*LISTED ENTRIES*.
"""A painted plot of named rows on one horizontal scale: the ground of the comparison and of the budget."""

from abc import abstractmethod

from PySide6.QtCore import QRectF, QSize, Qt, Signal
from PySide6.QtGui import (
    QColor,
    QFocusEvent,
    QFontMetricsF,
    QKeyEvent,
    QMouseEvent,
    QPainter,
    QPaintEvent,
    QPen,
)
from PySide6.QtWidgets import QSizePolicy, QWidget

from plumbrule_desktop.look import Colours, colours
from plumbrule_desktop.plots.series import Numbers
from plumbrule_desktop.plots.ticks import step, tick_text, ticks

AXIS_HEIGHT = 44.0
LEFT = 12.0


class RowPlot(QWidget):
    """Rows are stepped through with the arrow keys or the mouse; `detail` says what the chosen one is."""

    detail = Signal(str)
    grid = True
    """Whether the scale's lines run through the rows."""

    def __init__(self, name: str, row_height: float, parent: QWidget | None = None) -> None:
        super().__init__(parent)
        self._row_height = row_height
        self._current = -1
        self.setAccessibleName(name)
        self.setFocusPolicy(Qt.FocusPolicy.StrongFocus)
        self.setMouseTracking(True)
        self.setSizePolicy(QSizePolicy.Policy.Expanding, QSizePolicy.Policy.Fixed)

    @abstractmethod
    def count(self) -> int:
        """How many rows."""

    @abstractmethod
    def says(self) -> str:
        """The picture in words."""

    @abstractmethod
    def numbers(self) -> Numbers:
        """The picture as a table."""

    @abstractmethod
    def row_words(self, row: int) -> str:
        """One row in words."""

    @abstractmethod
    def span(self) -> tuple[float, float]:
        """The ends of the scale."""

    @abstractmethod
    def axis_title(self) -> str:
        """What the scale counts, with its unit."""

    @abstractmethod
    def lane(self) -> QRectF:
        """Where the scale lies, without its axis: left, top, width and height."""

    @abstractmethod
    def draw_rows(self, painter: QPainter, c: Colours, lane: QRectF) -> None:
        """Draw everything but the axis."""

    def refresh(self) -> None:
        """The data changed."""
        self._current = min(self._current, self.count() - 1)
        self.setAccessibleDescription(self.says())
        self.updateGeometry()
        self.update()

    @property
    def current(self) -> int:
        """The row stepped to, or -1."""
        return self._current

    def choose(self, row: int) -> None:
        """Step to a row."""
        row = max(-1, min(row, self.count() - 1))
        if row != self._current:
            self._current = row
            self.detail.emit(self.row_words(row) if row >= 0 else "")
            self.update()

    def top_of(self, row: int) -> float:
        """Where a row begins, in points from the top."""
        return 6.0 + row * self._row_height

    def x_of(self, value: float, lane: QRectF) -> float:
        """Where a value lies on the scale."""
        low, high = self.span()
        return lane.left() + (value - low) / (high - low or 1.0) * lane.width()

    def sizeHint(self) -> QSize:
        """As high as the rows need."""
        return QSize(480, round(self.top_of(self.count()) + AXIS_HEIGHT))

    def minimumSizeHint(self) -> QSize:
        """As high as the rows need, and wide enough for names and numbers."""
        return QSize(300, self.sizeHint().height())

    def paintEvent(self, event: QPaintEvent) -> None:
        """Ground, rows, axis, focus."""
        painter = QPainter(self)
        painter.setRenderHint(QPainter.RenderHint.Antialiasing)
        c = colours(self)
        painter.setFont(self.font())
        painter.fillRect(self.rect(), QColor(c.surface))
        if self.count():
            self._draw_current(painter, c)
            lane = self.lane()
            self._draw_axis(painter, c, lane)
            self.draw_rows(painter, c, lane)
        if self.hasFocus():
            painter.setPen(QPen(QColor(c.accent), 2))
            painter.setBrush(Qt.BrushStyle.NoBrush)
            painter.drawRoundedRect(QRectF(self.rect()).adjusted(1, 1, -1, -1), 5, 5)
        painter.end()

    def _draw_current(self, painter: QPainter, c: Colours) -> None:
        if self._current >= 0:
            ground = QRectF(3, self.top_of(self._current), self.width() - 6, self._row_height)
            painter.setPen(Qt.PenStyle.NoPen)
            painter.setBrush(QColor(c.raised))
            painter.drawRoundedRect(ground, 4, 4)

    def _draw_axis(self, painter: QPainter, c: Colours, lane: QRectF) -> None:
        low, high = self.span()
        most = max(2, int(lane.width() // 70))
        size = step(high - low, most)
        painter.setPen(QPen(QColor(c.line), 1))
        painter.drawLine(lane.bottomLeft(), lane.bottomRight())
        metrics = QFontMetricsF(painter.font())
        for value in ticks(low, high, most):
            x = self.x_of(value, lane)
            painter.setPen(QPen(QColor(c.line), 1))
            top = lane.top() if self.grid else lane.bottom()
            painter.drawLine(round(x), round(top), round(x), round(lane.bottom() + 4))
            painter.setPen(QColor(c.muted))
            text = tick_text(value, size)
            wide = metrics.horizontalAdvance(text)
            left = min(max(x - wide / 2, 2.0), self.width() - wide - 2)
            painter.drawText(
                QRectF(left, lane.bottom() + 5, wide + 1, 16), Qt.AlignmentFlag.AlignCenter, text
            )
        title = metrics.elidedText(self.axis_title(), Qt.TextElideMode.ElideRight, self.width() - 2 * LEFT)
        place = QRectF(LEFT, lane.bottom() + 21, self.width() - 2 * LEFT, 18)
        painter.drawText(place, Qt.AlignmentFlag.AlignCenter, title)

    def keyPressEvent(self, event: QKeyEvent) -> None:
        """Up and down step through the rows, Home and End jump, Escape lets go."""
        match event.key():
            case Qt.Key.Key_Down:
                self.choose(self._current + 1)
            case Qt.Key.Key_Up:
                self.choose(max(0, self._current - 1))
            case Qt.Key.Key_Home:
                self.choose(0)
            case Qt.Key.Key_End:
                self.choose(self.count() - 1)
            case Qt.Key.Key_Escape if self._current >= 0:
                self.choose(-1)
            case _:
                super().keyPressEvent(event)

    def mouseMoveEvent(self, event: QMouseEvent) -> None:
        """The row under the pointer."""
        row = int((event.position().y() - self.top_of(0)) // self._row_height)
        self.choose(row if 0 <= row < self.count() else -1)

    def focusInEvent(self, event: QFocusEvent) -> None:
        """Show the focus, and a row to begin with when the keyboard came here."""
        super().focusInEvent(event)
        if self._current < 0 and event.reason() in (
            Qt.FocusReason.TabFocusReason,
            Qt.FocusReason.BacktabFocusReason,
        ):
            self.choose(0)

*EXERCISE OBJECTIVE*. Go through the records. Copy each line where "setPen" appears.

*SOLUTION TO THIS PROBLEM*.
            painter.setPen(QPen(QColor(c.accent), 2))
            painter.setPen(Qt.PenStyle.NoPen)
        painter.setPen(QPen(QColor(c.line), 1))
            painter.setPen(QPen(QColor(c.line), 1))
            painter.setPen(QColor(c.muted))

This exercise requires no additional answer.